Puppy Chow, also known as “Muddy Mix” or “Monkey Munch”, is a super easy, super delicious treat. But be warned: This recipe is NOT for the diabetics among us! I like this recipe as an activity for people with memory loss because it’s pretty simple, can be done without the stove, and it’s not a big deal if the ingredients aren’t measured exactly. The recipe, courtesy of Food.com, is as follows:

Ingredients:
9 cups Chex cereal (any kind)
1 cup semi-sweet chocolate chips or 6 ounces semi-sweet chocolate chips, melted
1/2 cup smooth peanut butter, melted
1/4 cup butter, melted
1 -2 teaspoon vanilla
1 1/2 cups powdered sugar

Directions:
1. Measure cereal in large bowl and set aside.
2. Microwave chocolate chips, peanut butter and butter for 1 minute on high.
3. Stir and cook for 30 seconds longer or until smooth.
4. Add vanilla.
5. Pour mixture over cereal, stirring until coated.
6. Pour mixture into large Ziploc bag and add powdered sugar.
7. Shake until well coated.
8. Spread on waxed paper to cool.
9. Eat. Store in Ziploc bags or large sealed bowl (as if it will last that long!).

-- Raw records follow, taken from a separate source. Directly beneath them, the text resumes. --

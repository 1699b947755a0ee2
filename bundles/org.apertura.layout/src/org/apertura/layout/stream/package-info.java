/*
 * Copyright (c) 2026 Apertura contributors.
 * SPDX-License-Identifier: EPL-2.0
 */
/**
 * Fast GDSII reading without the EMF model, for large files: {@link org.apertura.layout.stream.GdsStreamReader}
 * reads records straight from a (memory-mapped) byte buffer into packed per-cell {@code int} arrays
 * ({@link org.apertura.layout.stream.StreamLayout}, {@link org.apertura.layout.stream.StreamCell}), with
 * the same checks, byte offsets and messages as {@link org.apertura.layout.gds.GdsReader}, parsing
 * structures on several threads ({@link org.apertura.layout.stream.StreamReadOptions}) with a result
 * that does not depend on the thread count;
 * {@link org.apertura.layout.stream.StreamFlattener} expands it into the same polygons as
 * {@link org.apertura.layout.flatten.Flattener}. Coordinates are in database units.
 */
package org.apertura.layout.stream;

Of course, this activity can be modified for someone in almost any stage of dementia. Someone with only mild memory loss may be able to do all the steps independently. Someone the moderate stages may be able to measure all the ingredients and stir/shake as needed, but may need help remembering the order of the steps or need help operating the microwave. Someone in the late stages of the disease may be able to stir or shake after seeing a short demonstration or some hand-over-hand assistance.

Be sure to reminisce as you cook. You could ask about favorite sweet treats, what they liked to cook (or what they hated to cook!). Their children’s favorite snacks, how they learned to cook, etc.